Flump.Flump.Flump.Flump.Flump.Flump.Flump.

"Help!"

"Mmmf!"

Once they'd dug themselves out of the drift of sleeping bags, it was clear that Hermione had reached the absolute end of her tether.

"We are not using the bags." She pointed to the bed. "Get in, summon up some sleeping clothes or something and turn your head against the wall. I'm getting changed."

"Okay... but..."

She huffed pointedly. "Ron, don't get me wrong, you are attractive, but you're also an idiot. Don't get any ideas."

He half-grinned. "Fine, I'm an attractive idiot. Now, will the snogging partner of the attractive idiot please stop pouting? It's distracting."

"Fine."

Ron dived underneath the covers, wriggled out of his clothes and pointed his wand at them, intent on transfiguring them into pyjamas.

There was a bad noise.

Ron's robes disintegrated.

Simultaneously, from outside the covers, there was shriek. Ron, his male-driven protective instincts kicking in, leapt out of bed as though electrified to see Hermione facing away from him, hugging herself and still pointing her wand at the small pile of dust that had been her robes and underwear.

"My clothes!"

"My clothes!"

There was complete silence. Each eyed the other, Hermione doing so over her shoulders. Ron went beetroot. Hermione blushed scarlet. Her expression was frozen somewhere between shock, panic and fascination.

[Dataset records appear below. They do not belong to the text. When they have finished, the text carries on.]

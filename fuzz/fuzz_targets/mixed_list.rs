//! Fuzz target `mixed_list`: see `harness::mixed_list`.
#![no_main]

#[path = "../harness.rs"]
mod harness;

libfuzzer_sys::fuzz_target!(|data: &[u8]| harness::mixed_list(data));
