//! Fuzz target `check_text`: see `harness::check_text`.
#![no_main]

#[path = "../harness.rs"]
mod harness;

libfuzzer_sys::fuzz_target!(|data: &[u8]| harness::check_text(data));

Hermione turned around. Slightly breathlessly, she said, "Room, dressing gowns. NOW."

There was a silken rustle and a heavy flopping sound.

Hermione's eyes went wide with shock and Ron choked on his own air. In the pile of almost-clothes on the floor between them were scraps of lace, and straps of leather. Vital, dignity-preserving parts were missing. Some of it was black, some was white. Certain parts were pink. There was a whip sticking out of the heap.

There was a special kind of silence.

This was abruptly shattered by Hermione's ear-piercing scream of sheer frustration as she uncoiled herself and, gloriously, completely naked, sent a

stream of pure magic from her wand to strike the ceiling above.

"ENOUGH!"

Ron was awestruck. His girlfriend was gorgeous. Well-defined calves flowed into shapely thighs, leading in turn to a small, well-kempt patch of hair and then leading his gaze up a trim torso to the full, firm globes of her breasts. Dark aureoles encircled pale pink nipples, erect from shock...

The male mind has an unfortunate and occasionally fatal habit of being easily sidetracked. Number one on the list of distractions is the naked female form. However, when the cause of the distraction is incandescent with rage and too berserk to care about lack of clothes and then notices a distracted, fixated male, chaos ensues. Emotional responses are heightened and very unpredictable. Temporary insanity has been known to occur, as well as extreme fluctuations in the metaphorical temperature of the surrounding space. For the male, agony or ecstasy irrevocably follows, these two states sometimes being indistinguishable from each other.

Hermione descended on Ron like a grenade hurled into a basket of kittens.